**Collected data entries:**
//! Per-cluster Gram matrices S_g = Σ_{i∈g} z̃ᵢz̃ᵢ' of the centred union, and the cluster sums
//! of one model from them: s_g = Σ_{i∈g} wᵢeᵢ = ã'S_g c̃, with no pass over the rows.

use faer::linalg::matmul::matmul;
use faer::{Accum, Mat, MatRef, Par};
use rayon::prelude::*;

use super::basis::{Basis, ModelVectors, EPS};
use super::ROUNDING_LAMBDA;

/// Rows gathered per matrix product while building one cluster's Gram matrix.
const GATHER_ROWS: usize = 1024;

/// The Gram matrices of one grouping (a clustering dimension or an intersection).
#[derive(Debug)]
pub(crate) struct ClusterGrams {
    /// Code range G.
    pub range: usize,
    /// Coordinates q.
    q: usize,
    /// G blocks of q × q, column-major, full (both triangles).
    grams: Vec<f64>,
    /// Rows per cluster.
    sizes: Vec<usize>,
    /// ‖z̃ₗ,g‖₂ = √S_g[l, l], G blocks of q.
    norms: Vec<f64>,
}

impl ClusterGrams {
    /// Builds S_g for every code: rows are bucketed by code (stable, so each S_g sums its rows
    /// in row order) and each cluster's Gram is one task, so the numbers do not depend on the
    /// thread count.
    pub fn build(
        basis: &Basis,
        x: MatRef<'_, f64>,
        y: MatRef<'_, f64>,
        codes: &[u32],
        range: usize,
    ) -> ClusterGrams {
        let q = basis.q;
        let mut sizes = vec![0usize; range];
        codes.iter().for_each(|&g| sizes[g as usize] += 1);
        let mut start = vec![0usize; range + 1];
        for g in 0..range {
            start[g + 1] = start[g] + sizes[g];
        }
        let mut next = start.clone();
        let mut order = vec![0usize; codes.len()];
        for (i, &g) in codes.iter().enumerate() {
            order[next[g as usize]] = i;
            next[g as usize] += 1;
        }
        let mut grams = vec![0.0; range * q * q];
        grams
            .par_chunks_mut(q * q)
            .enumerate()
            .for_each(|(g, out)| {
                let rows = &order[start[g]..start[g + 1]];
                let mut block = Mat::<f64>::zeros(GATHER_ROWS.min(rows.len()).max(1), q);
                let mut acc = Mat::<f64>::zeros(q, q);
                for chunk in rows.chunks(GATHER_ROWS) {
                    basis.fill_rows(x, y, chunk, &mut block);
                    let b = block.as_ref().subrows(0, chunk.len());
                    matmul(acc.as_mut(), Accum::Add, b.transpose(), b, 1.0, Par::Seq);
                }
                for j in 0..q {
                    for i in 0..q {
                        out[i + j * q] = acc[(i, j)];
                    }
                }
            });
        let norms = (0..range * q)
            .map(|gl| {
                let (g, l) = (gl / q, gl % q);
                grams[g * q * q + l + l * q].max(0.0).sqrt()
            })
            .collect();
        ClusterGrams {
            range,
            q,
            grams,
            sizes,
            norms,
        }
    }

    /// Memory the Gram matrices of `range` clusters over `q` coordinates take, in f64 slots.
    pub fn slots(range: usize, q: usize) -> usize {
        range * q * q
    }

    /// Σ_g s_g s_g' over the model's w columns (nw × nw, column-major), or `None` when the
    /// rounding bound of some diagonal entry exceeds `tolerance` times that entry.
    ///
    /// Bound per cluster and w column (Higham & Mary 2019 probabilistic model, independent
    /// errors per Gram entry; see docs/methods.md): |δs_g| ≤ γ_g·A_g·C_g + slack terms, with
    /// A_g = ‖(ãₗ‖z̃ₗ,g‖)ₗ‖₂ and C_g = ‖(c̃ₘ‖z̃ₘ,g‖)ₘ‖₂ (the norms are √diag S_g).
    pub fn outer(
        &self,
        v: &ModelVectors,
        tolerance: f64,
        scratch: &mut Vec<f64>,
    ) -> Option<Vec<f64>> {
        let q = self.q;
        let na = v.active.len();
        let nw = v.a.len();
        let mut out = vec![0.0; nw * nw];
        let mut err = vec![0.0; nw];
        scratch.resize(na + nw, 0.0);
        let (t, s) = scratch.split_at_mut(na);
        for g in 0..self.range {
            if self.sizes[g] == 0 {
                continue;
            }
            let gram = &self.grams[g * q * q..(g + 1) * q * q];
            let norms = &self.norms[g * q..(g + 1) * q];
            let norm = |l: usize| norms[l];
            let mut c_size = 0.0;
            for (i, ti) in t.iter_mut().enumerate() {
                let col = &gram[v.active[i] * q..];
                *ti = (0..na).map(|m| col[v.active[m]] * v.c[m]).sum();
                c_size += (v.c[i] * norm(v.active[i])).powi(2);
            }
            let c_size = c_size.sqrt();
            let root_ng = (self.sizes[g] as f64).sqrt();
            let gamma = ROUNDING_LAMBDA * ((self.sizes[g] + na) as f64).sqrt() * EPS;
            for (w, a) in v.a.iter().enumerate() {
                s[w] = a.iter().zip(t.iter()).map(|(x, y)| x * y).sum();
                let a_size = (0..na)
                    .map(|i| (a[i] * norm(v.active[i])).powi(2))
                    .sum::<f64>()
                    .sqrt();
                let bound = gamma * a_size * c_size
                    + v.a0_slack[w] * root_ng * (c_size + v.c0_slack * root_ng)
                    + a_size * v.c0_slack * root_ng;
                err[w] += 2.0 * s[w].abs() * bound + bound * bound;
            }
            for j in 0..nw {
                for i in 0..=j {
                    out[i + j * nw] += s[i] * s[j];
                }
            }
        }
        for j in 0..nw {
            // Written so that a NaN bound also fails.
            let resolved = err[j] <= tolerance * out[j + j * nw];
            if !resolved {
                return None;
            }
            for i in 0..j {
                out[j + i * nw] = out[i + j * nw];
            }
        }
        Some(out)
    }
}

**EXERCISE REQUIREMENTS:**
Down to the last line, reproduce the entries above precisely.

**RESULT:**
//! Per-cluster Gram matrices S_g = Σ_{i∈g} z̃ᵢz̃ᵢ' of the centred union, and the cluster sums
//! of one model from them: s_g = Σ_{i∈g} wᵢeᵢ = ã'S_g c̃, with no pass over the rows.

use faer::linalg::matmul::matmul;
use faer::{Accum, Mat, MatRef, Par};
use rayon::prelude::*;

use super::basis::{Basis, ModelVectors, EPS};
use super::ROUNDING_LAMBDA;

/// Rows gathered per matrix product while building one cluster's Gram matrix.
const GATHER_ROWS: usize = 1024;

/// The Gram matrices of one grouping (a clustering dimension or an intersection).
#[derive(Debug)]
pub(crate) struct ClusterGrams {
    /// Code range G.
    pub range: usize,
    /// Coordinates q.
    q: usize,
    /// G blocks of q × q, column-major, full (both triangles).
    grams: Vec<f64>,
    /// Rows per cluster.
    sizes: Vec<usize>,
    /// ‖z̃ₗ,g‖₂ = √S_g[l, l], G blocks of q.
    norms: Vec<f64>,
}

impl ClusterGrams {
    /// Builds S_g for every code: rows are bucketed by code (stable, so each S_g sums its rows
    /// in row order) and each cluster's Gram is one task, so the numbers do not depend on the
    /// thread count.
    pub fn build(
        basis: &Basis,
        x: MatRef<'_, f64>,
        y: MatRef<'_, f64>,
        codes: &[u32],
        range: usize,
    ) -> ClusterGrams {
        let q = basis.q;
        let mut sizes = vec![0usize; range];
        codes.iter().for_each(|&g| sizes[g as usize] += 1);
        let mut start = vec![0usize; range + 1];
        for g in 0..range {
            start[g + 1] = start[g] + sizes[g];
        }
        let mut next = start.clone();
        let mut order = vec![0usize; codes.len()];
        for (i, &g) in codes.iter().enumerate() {
            order[next[g as usize]] = i;
            next[g as usize] += 1;
        }
        let mut grams = vec![0.0; range * q * q];
        grams
            .par_chunks_mut(q * q)
            .enumerate()
            .for_each(|(g, out)| {
                let rows = &order[start[g]..start[g + 1]];
                let mut block = Mat::<f64>::zeros(GATHER_ROWS.min(rows.len()).max(1), q);
                let mut acc = Mat::<f64>::zeros(q, q);
                for chunk in rows.chunks(GATHER_ROWS) {
                    basis.fill_rows(x, y, chunk, &mut block);
                    let b = block.as_ref().subrows(0, chunk.len());
                    matmul(acc.as_mut(), Accum::Add, b.transpose(), b, 1.0, Par::Seq);
                }
                for j in 0..q {
                    for i in 0..q {
                        out[i + j * q] = acc[(i, j)];
                    }
                }
            });
        let norms = (0..range * q)
            .map(|gl| {
                let (g, l) = (gl / q, gl % q);
                grams[g * q * q + l + l * q].max(0.0).sqrt()
            })
            .collect();
        ClusterGrams {
            range,
            q,
            grams,
            sizes,
            norms,
        }
    }

    /// Memory the Gram matrices of `range` clusters over `q` coordinates take, in f64 slots.
    pub fn slots(range: usize, q: usize) -> usize {
        range * q * q
    }

    /// Σ_g s_g s_g' over the model's w columns (nw × nw, column-major), or `None` when the
    /// rounding bound of some diagonal entry exceeds `tolerance` times that entry.
    ///
    /// Bound per cluster and w column (Higham & Mary 2019 probabilistic model, independent
    /// errors per Gram entry; see docs/methods.md): |δs_g| ≤ γ_g·A_g·C_g + slack terms, with
    /// A_g = ‖(ãₗ‖z̃ₗ,g‖)ₗ‖₂ and C_g = ‖(c̃ₘ‖z̃ₘ,g‖)ₘ‖₂ (the norms are √diag S_g).
    pub fn outer(
        &self,
        v: &ModelVectors,
        tolerance: f64,
        scratch: &mut Vec<f64>,
    ) -> Option<Vec<f64>> {
        let q = self.q;
        let na = v.active.len();
        let nw = v.a.len();
        let mut out = vec![0.0; nw * nw];
        let mut err = vec![0.0; nw];
        scratch.resize(na + nw, 0.0);
        let (t, s) = scratch.split_at_mut(na);
        for g in 0..self.range {
            if self.sizes[g] == 0 {
                continue;
            }
            let gram = &self.grams[g * q * q..(g + 1) * q * q];
            let norms = &self.norms[g * q..(g + 1) * q];
            let norm = |l: usize| norms[l];
            let mut c_size = 0.0;
            for (i, ti) in t.iter_mut().enumerate() {
                let col = &gram[v.active[i] * q..];
                *ti = (0..na).map(|m| col[v.active[m]] * v.c[m]).sum();
                c_size += (v.c[i] * norm(v.active[i])).powi(2);
            }
            let c_size = c_size.sqrt();
            let root_ng = (self.sizes[g] as f64).sqrt();
            let gamma = ROUNDING_LAMBDA * ((self.sizes[g] + na) as f64).sqrt() * EPS;
            for (w, a) in v.a.iter().enumerate() {
                s[w] = a.iter().zip(t.iter()).map(|(x, y)| x * y).sum();
                let a_size = (0..na)
                    .map(|i| (a[i] * norm(v.active[i])).powi(2))
                    .sum::<f64>()
                    .sqrt();
                let bound = gamma * a_size * c_size
                    + v.a0_slack[w] * root_ng * (c_size + v.c0_slack * root_ng)
                    + a_size * v.c0_slack * root_ng;
                err[w] += 2.0 * s[w].abs() * bound + bound * bound;
            }
            for j in 0..nw {
                for i in 0..=j {
                    out[i + j * nw] += s[i] * s[j];
                }
            }
        }
        for j in 0..nw {
            // Written so that a NaN bound also fails.
            let resolved = err[j] <= tolerance * out[j + j * nw];
            if !resolved {
                return None;
            }
            for i in 0..j {
                out[j + i * nw] = out[i + j * nw];
            }
        }
        Some(out)
    }
}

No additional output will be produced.